Nike, Inc. Case
Autor: ngpitts49 • October 15, 2016 • Case Study • 1,754 Words (8 Pages) • 834 Views
Nike, Inc., a company that has been in business since 1964, is a part of the consumer goods industry, operating in the personal goods industry sector. Nike manufactures textiles of apparel, footwear, and accessories. According to Lutz (2015) Nike, “…controls a shocking 62% of US brand share of sneakers,” (Para. 1). This shows that Nike is the leader in its industry, controlling more than half of the market. Lutz (2015) proclaimed that Nike has 3 major operating risks associated with the company. The three operating risks are consumers no longer wanting to purchase athletic wear, the continued growth of Under Armor, and China no longer being a growth for Nike (Lutz, 2015). Nike depends on the sale of its athletic wear to continue with the growth of the company. If consumers are no longer purchasing the athletic wear Nike will not receive the capital anticipated from that area. This is a risk that Nike hopes to avoid.
Under Armor has emerged as a contender in the market. With its successful marketing strategies, Under Armor is proving to be a competitor that could have a huge impact on Nike’s continued market dominance. Under Armor has emerged in the market due to its endorsement of famous athletes. This is a dynamic marketing strategy for Under Armor to help build its brand. Nike has also endorsed famous athletes to help attract consumers to its brand and this continues to remain positive for Nike. Nike must continue to find ways to remain number one in the market without worrying about the growth of Under Armor.
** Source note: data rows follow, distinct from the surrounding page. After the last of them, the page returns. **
/**
 * Kinks of the points y (interleaved xyz) with parameter u (increasing, e.g. chord length; on a
 * closed trace `span` is the parameter length of the whole loop): those of a scan with KINK_WINDOW
 * points either side, then those of a scan with twice the window that lie more than two of its
 * windows from any of the first (the wider window averages more noise: it finds a 20 degree kink
 * on an arc at noise 0.1-0.3 of the point spacing, which the first misses and which had set the
 * smoothing of the whole arc, 12-23% off away from the kink; on 1152 smooth traces of eight
 * families it finds none either); on an open trace then the kink each end test finds
 * (`endKink`: 4-15 points from the end) if none of those lies within two of their windows of it.
 * Sorted by index. Cost 25-27 ms at 1e5 points.
 */
export function findKinks(y: Float64Array, u: Float64Array, closed: boolean, span: number): Kink[] {
  const fine = scanKinks(y, u, closed, span, KINK_WINDOW);
  const coarse = scanKinks(y, u, closed, span, 2 * KINK_WINDOW).filter((k) => fine.every((f) => indexDistance(f.at, k.at, u.length, closed) > 2 * k.window) && turnsWithinHalf(y, u, closed, span, k));
  const found = [...fine, ...coarse];
  if (!closed) for (const dir of [1, -1] as const) {
    const k = endKink(y, u, dir);
    if (k && found.every((f) => Math.abs(f.at - k.at) > 2 * f.window)) found.push(k);
  }
  return found.sort((a, b) => a.at - b.at);
}

/**
 * Least points of an end piece cut off by a kink (besides the kink's own point) that the end test
 * (`endKink`) looks for.
 */
export const KINK_END_MIN = 4;

/**
 * A kink near the open end at index 0 (dir 1) or n - 1 (dir -1), where the scans have no full
 * window on the end's side: at each point i from KINK_END_MIN to 3 KINK_WINDOW points from the end,
 * a quadratic fitted to the 2 KINK_WINDOW points on the interior side gives the tangent and the
 * curvature there; the end piece (all the points from i to the end) minus that curvature term is
 * fitted by a line, whose slope is the end piece's tangent (`endAngle`: a line with the interior's
 * curvature continues the interior, so on a smooth wire the two agree up to noise, however few points
 * the end piece has). A kink is the largest such angle if it lies less than 2 KINK_WINDOW points
 * from the end (there the first scan cannot reach), is above KINK_MIN_ANGLE and KINK_NOISE_RATIO
 * times the median of the same angle (same end-piece length) over the interior of the trace
 * (span-scaled as in the scans) and times the standard error of the end piece's direction from its
 * own scatter, and is 0.7-1.25 times the angle with twice the interior window; where the interior
 * turns by more than KINK_END_MAX_TURN over end piece and window, or either piece progresses by
 * less than KINK_END_MIN_PROGRESS, no angle is taken. Null when none, or when the trace has fewer
 * than 12 windows of points. Measured (an arc of radius 200 nm, 2 nm steps, noise 0.1-0.2 of the
 * step, 6 seeds): 60 degree kinks 4-12 points from the end found within a point in 107 of 108
 * draws, 13-15 points in 29 of 36 (the first scan finds them from 16 on); none on 7200 smooth
 * traces of eight families (100-5000 points, sampling 1:1-30:1, noise 0-10%).
 */
function endKink(y: Float64Array, u: Float64Array, dir: 1 | -1): Kink | null {
  const n = u.length, m = KINK_WINDOW, w = 2 * m;
  if (n < 12 * m) return null;
  const q = new Float64Array(7);
  const at = (d: number) => (dir > 0 ? d : n - 1 - d);
  let best = -1, bestA = 0, bestSe = 0;
  for (let d = KINK_END_MIN; d <= 3 * m; ++d) {
    const a = endAngle(y, u, at(d), d, w, dir, q);
    if (a > bestA) { bestA = a; best = d; bestSe = q[6]; }
  }
  if (best < 0 || best >= w || !(bestA > KINK_MIN_ANGLE)) return null;
  const i = at(best);
  // Both pieces must progress along the wire (noise well below the spacing).
  if (!(progress(y, u, i, at(0)) >= KINK_END_MIN_PROGRESS && progress(y, u, i, i + dir * w) >= KINK_END_MIN_PROGRESS)) return null;
  // The end piece's own scatter: its direction must stand out of it too.
  if (!(bestA > KINK_NOISE_RATIO * bestSe)) return null;
  // The noise of this angle with an end piece of `best` points: its median over the interior.
  const stride = Math.max(1, Math.ceil((n - 6 * m) / 2048));
  const v: number[] = [];
  for (let j = 2 * w; j < n - 2 * w; j += stride) {
    const a = endAngle(y, u, j, best, w, dir, q);
    if (Number.isFinite(a)) v.push(a * endSpan(u, j, best, w, dir));
  }
  v.sort((a, b) => a - b);
  const med = v.length > 0 ? v[v.length >> 1] : 0;
  if (!(bestA * endSpan(u, i, best, w, dir) > KINK_NOISE_RATIO * med)) return null;
  const r = endAngle(y, u, i, best, 2 * w, dir, q, false) / bestA;
  if (!(r >= 0.7 && r <= 1.25)) return null;
  return { at: i, angle: bestA, window: m, opening: opening(y, u, false, 0, i, 2 * m) };
}

/**
 * Most turn (rad) of the interior quadratic over the end piece and its window for the end test: a
 * quadratic against the parameter follows a gentle turn only. Measured: without it a conical helix
 * of 200 points sampled 30:1 (its sparse end turning about a half turn over 32 points) and a wavy
 * coil of 100 points (25 a turn) were taken for kinks of 168-177 degrees 7-16 points from an end
 * (the quadratic continued past the turn); the arc of radius 200 nm at 1 nm steps turns 0.16 rad
 * over 32 points.
 */
export const KINK_END_MAX_TURN = 0.5;

/**
 * Least chord over parameter length of the end piece and of the interior window for the end test:
 * where the noise is as large as the spacing the chord-length parameter follows the noise and the
 * fits no longer see the wire. Measured: a bump of 600 points sampled 10:1 at noise 3% of its size
 * (about 2 steps at its dense end) was taken for a 157 degree kink 16 points from the end without
 * it (progress 0.3-0.5 there); a kinked arc at noise 0.2 of the step progresses by 0.95 and more.
 */
export const KINK_END_MIN_PROGRESS = 0.8;

/** Chord over parameter length between points a and b (open trace). */
function progress(y: Float64Array, u: Float64Array, a: number, b: number): number {
  const arc = Math.abs(u[b] - u[a]);
  return arc > 0 ? hypot3(y[3 * b] - y[3 * a], y[3 * b + 1] - y[3 * a + 1], y[3 * b + 2] - y[3 * a + 2]) / arc : 0;
}

/** Parameter length of the end piece of `len` points and the interior window of `w` points at i. */
function endSpan(u: Float64Array, i: number, len: number, w: number, dir: 1 | -1): number {
  return Math.abs(u[i + dir * w] - u[i - dir * len]);
}

/**
 * Angle at point i between the tangent of the least-squares quadratic through i and the `w` points
 * on the interior side (i + dir, ..., i + dir w) and that of the end piece (i, i - dir, ..., i - dir
 * len): a line fitted to its points less the quadratic's curvature term. NaN where not defined.
 * Null (NaN) where the interior turns by more than KINK_END_MAX_TURN over the end piece and window
 * (unless `gate` is false: the check with the doubled window, the turn gated with the window). `q` gets the quadratic (`sideQuadratic`) and in q[6] the standard error (rad) of the end
 * piece's direction from its scatter about the line.
 */
function endAngle(y: Float64Array, u: Float64Array, i: number, len: number, w: number, dir: 1 | -1, q: Float64Array, gate = true): number {
  const n = u.length;
  if (i - dir * len < 0 || i - dir * len >= n || i + dir * w < 0 || i + dir * w >= n) return NaN;
  if (!sideQuadratic(y, u, i, w, dir, q)) return NaN;
  // The interior's turn per parameter length (the angle between the chords of the two halves of
  // twice the window over half its length; model-free, the long chords average the noise) times the
  // length of end piece and window: the quadratic must follow (and continue) the wire over it.
  const h = i + dir * w, e = i + dir * 2 * w;
  if (gate && (e < 0 || e >= n)) return NaN;
  const ax = y[3 * h] - y[3 * i], ay = y[3 * h + 1] - y[3 * i + 1], az = y[3 * h + 2] - y[3 * i + 2];
  const fx = y[3 * e] - y[3 * h], fy = y[3 * e + 1] - y[3 * h + 1], fz = y[3 * e + 2] - y[3 * h + 2];
  const cc = (ax * fx + ay * fy + az * fz) / (hypot3(ax, ay, az) * hypot3(fx, fy, fz));
  // Nor may the quadratic's own curvature |b x 2c| / |b|^3 turn it by more (chords of a tight coil
  // can line up again).
  const cx = q[1] * q[5] - q[2] * q[4], cy = q[2] * q[3] - q[0] * q[5], cz = q[0] * q[4] - q[1] * q[3], lb0 = hypot3(q[0], q[1], q[2]);
  const kq = (2 * hypot3(cx, cy, cz)) / (lb0 * lb0 * lb0);
  const turn = Math.max(Math.acos(cc > 1 ? 1 : cc < -1 ? -1 : cc) / (0.5 * Math.abs(u[e] - u[i])), kq) * endSpan(u, i, len, w, dir);
  if (gate && !(turn <= KINK_END_MAX_TURN)) return NaN;
  // Line through the end piece's points less c t^2 (relative to point i).
  let s0 = 0, s1 = 0, s2 = 0, rx = 0, ry = 0, rz = 0, qx = 0, qy = 0, qz = 0, vv = 0;
  for (let k = 0; k <= len; ++k) {
    const j = i - dir * k, t = u[j] - u[i], t2 = t * t;
    const vx = y[3 * j] - y[3 * i] - q[3] * t2, vy = y[3 * j + 1] - y[3 * i + 1] - q[4] * t2, vz = y[3 * j + 2] - y[3 * i + 2] - q[5] * t2;
    s0 += 1; s1 += t; s2 += t2;
    rx += vx; ry += vy; rz += vz; qx += vx * t; qy += vy * t; qz += vz * t; vv += vx * vx + vy * vy + vz * vz;
  }
  const det = s0 * s2 - s1 * s1;
  if (!(det > 0)) return NaN;
  const bx = (s0 * qx - s1 * rx) / det, by = (s0 * qy - s1 * ry) / det, bz = (s0 * qz - s1 * rz) / det;
  const lb = hypot3(bx, by, bz), lq = hypot3(q[0], q[1], q[2]);
  if (!(lb > 0 && lq > 0)) return NaN;
  // Standard error of the end piece's direction from its own scatter about the line (2 of its 3
  // components across the tangent; residual sum of squares by the normal equations).
  const ax0 = (rx - bx * s1) / s0, ay0 = (ry - by * s1) / s0, az0 = (rz - bz * s1) / s0;
  const rss = Math.max(0, vv - (ax0 * rx + ay0 * ry + az0 * rz) - (bx * qx + by * qy + bz * qz));
  q[6] = Math.sqrt((2 * rss) / Math.max(1, 3 * s0 - 6) / (det / s0)) / lb;
  const c = (bx * q[0] + by * q[1] + bz * q[2]) / (lb * lq);
  return Math.acos(c > 1 ? 1 : c < -1 ? -1 : c);
}

/**
 * Least-squares quadratic a + b t + c t^2 through point i and the m points i + dir, ..., i + dir m
 * (t = u_j - u_i, relative to point i; open trace, all inside): q gets b (0-2) and c (3-5). False
 * when degenerate.
 */
function sideQuadratic(y: Float64Array, u: Float64Array, i: number, m: number, dir: 1 | -1, q: Float64Array): boolean {
  const z = SUMS;
  if (!quadraticSums(y, u, false, 0, i, m, dir, z)) return false;
  const s1 = z[0], s2 = z[1], s3 = z[2], s4 = z[3], s0 = m + 1;
  const det = s0 * (s2 * s4 - s3 * s3) - s1 * (s1 * s4 - s3 * s2) + s2 * (s1 * s3 - s2 * s2);
  if (!(Math.abs(det) > 0)) return false;
  // Cramer's rule for b and c.
  for (let c = 0; c < 3; ++c) {
    const r0 = z[4 + c], r1 = z[7 + c], r2 = z[10 + c];
    q[c] = (s0 * (r1 * s4 - s3 * r2) - r0 * (s1 * s4 - s3 * s2) + s2 * (s1 * r2 - r1 * s2)) / det;
    q[3 + c] = (s0 * (s2 * r2 - r1 * s3) - s1 * (s1 * r2 - r1 * s2) + r0 * (s1 * s3 - s2 * s2)) / det;
  }
  return true;
}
Although Under Armor receives less than a third of the revenue Nike earns, its continued growth shows that it has the potential to pose a threat to Nike in the future (Lutz, 2015).
The third operating risk that Nike faces is the possible disappointment of lacking in athletic wear sales in China. Nike depends on its sales force in the Chinese market. Nike has tapped into global markets and receives profits from companies worldwide. This makes Nike continue to remain number one in its industry. The company believes that they have the potential to earn huge profits in China. If Nike is not successful in the Chinese market the way they intend to be this would have a negative impact on the company’s growth in that country, which poses an operating risk for the company overall.
Nike uses equity and debt to finance its company. The capital structure is unlevered equity. The company has the leverage needed to make the company look more attractive. Nike has both short-term and long-term debt in the form of bonds and other securities. Stock Analysis on Net (2016) provides the financial information needed to examine and analyze Nike’s ratios for profitability, liquidity, leverage, and solvency. The ratios are calculated to help determine the company’s strengths and weaknesses. In regards to the debt to total capitalization ratio as of May 31, 2015, Nike is operating at a ratio of 0.09 (Stock Analysis on Net, 2016). The total debt was $1,260 million and the Shareholders’ equity was $12,707 million (Stock Analysis on Net, 2016). The total capital totaled $13,967 million (Stock Analysis on Net, 2016). When calculating the debt-to-capitalization ratio $1,260 million/$13,967 million it equals 0.09 (Stock Analysis on Net, 2016). Nike does not have any preferred stock. The company only has common stock.